= Carme Llorens Gilabert =

Catalan enameler and jeweller (1927–2020)

Carme Llorens i Gilabert (Barcelona, 1927 – 1 April 2020) was a Spanish Catalan enameler and jeweller.

Very young, Carme Llorens entered the arts and crafts school of Barcelona, the Escola Massana, where she studied between 1942 and 1950. She specialized in enamel on fire with Miquel Soldevila i Valls and, along with other Soldevila's disciples, took part in what has been known as the enameler Barcelona School (Escola de Barcelona d'esmalt). She returned later to pursue jewelry studies, and met there her husband, the painter Jordi Vila i Rufas, teacher on wooden painting at the same institution.

After leaving the Massana, Llorens developed her work as a professional enameler. During her long career her style evolved from the academicism of his early works to a progressive experimentation with diverse techniques and materials, with a growing work on material textures. She participated regularly in national and international fairs, in addition to numerous personal exhibitions. Her work, common in art galleries, is present at the Design Museum of Barcelona (Museu del Disseny de Barcelona, in Catalan) and the Contemporary Enamel Museum (Museu de l'Esmalt Contemporani, at Salou), as well as in several private art collections.
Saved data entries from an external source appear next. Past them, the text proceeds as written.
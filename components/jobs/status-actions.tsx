'use client';
// The status steps this user may take on the job now (worked out on the server from
// lib/jobs/status-moves.ts), as buttons. A step is sent as PATCH /api/jobs/[jobId] { status };
// the page then reloads its server parts (header, history). Cancelling asks once more.
import { useRouter } from 'next/navigation';
import { useState } from 'react';
import { Button } from '@/components/ui/button';
import { Notice } from '@/components/ui/notice';
import { fetcher } from '@/lib/fetcher';
import type { JobStatus } from '@/lib/validation/enums';

export function StatusActions({ jobId, moves }: { jobId: number; moves: { to: JobStatus; verb: string }[] }) {
  const router = useRouter();
  const [busy, setBusy] = useState<JobStatus | null>(null);
  const [confirmCancel, setConfirmCancel] = useState(false);
  const [message, setMessage] = useState<string | null>(null);

  async function move(to: JobStatus) {
    setBusy(to);
    setMessage(null);
    try {
      await fetcher(`/api/jobs/${jobId}`, { method: 'PATCH', headers: { 'content-type': 'application/json' }, body: JSON.stringify({ status: to }) });
      setConfirmCancel(false);
      router.refresh();
    } catch (e) {
      setMessage((e as Error).message);
    } finally {
      setBusy(null);
    }
  }

  if (moves.length === 0) return null;
  return (
    <div className="flex flex-col gap-2" data-testid="status-actions">
      <div className="flex flex-wrap gap-2">
        {moves.map((m) =>
          m.to === 'cancelled' ? (
            <Button key={m.to} variant="danger" disabled={busy !== null} aria-expanded={confirmCancel} onClick={() => setConfirmCancel((v) => !v)}>
              {m.verb}
            </Button>
          ) : (
            <Button key={m.to} variant="secondary" disabled={busy !== null} onClick={() => move(m.to)}>
              {busy === m.to ? 'Saving…' : m.verb}
            </Button>
          ),
        )}
      </div>
      {confirmCancel ? (
        <div role="group" aria-label="Confirm cancelling" className="flex flex-wrap items-center gap-2 rounded-md border-2 border-fault bg-fault-tint p-3">
          <p className="font-bold">Cancel this job? It stays in the list, marked cancelled, and can no longer be edited.</p>
          <Button variant="danger" disabled={busy !== null} onClick={() => move('cancelled')}>
            {busy === 'cancelled' ? 'Cancelling…' : 'Yes, cancel the job'}
          </Button>
          <Button variant="secondary" onClick={() => setConfirmCancel(false)}>
            Keep the job
          </Button>
        </div>
      ) : null}
      {message ? <Notice tone="fault" title={message} role="alert" /> : null}
    </div>
  );
}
On 1 April 2020, it was announced that she died from COVID-19 during the firsts weeks of the pandemic in Spain. At the time of her death she was the dean of the Enamel Information and Diffusion Centre (Centre d'Informació i Difusió de l'Art de l'Esmalt, CIDAE, Barcelona).

== Bibliography ==
- Diccionario biográfico de artistas de Cataluña : desde la época romana hasta nuestros días dir. by J.F. Ráfols. Barcelona: Diccionario Ráfols, 1989.
- Carme Llorens: esmalts. Barcelona: CIDAE, 2010 (Saber fer).
- Jesús-Ángel Prieto Villanueva. La lluita pel reconeixement dels oficis artístics i l'Escola Massana de Barcelona: el cas dels esmalts, la ceràmica i la joieria, PhD, Barcelona: Universitat de Barcelona, May 2017.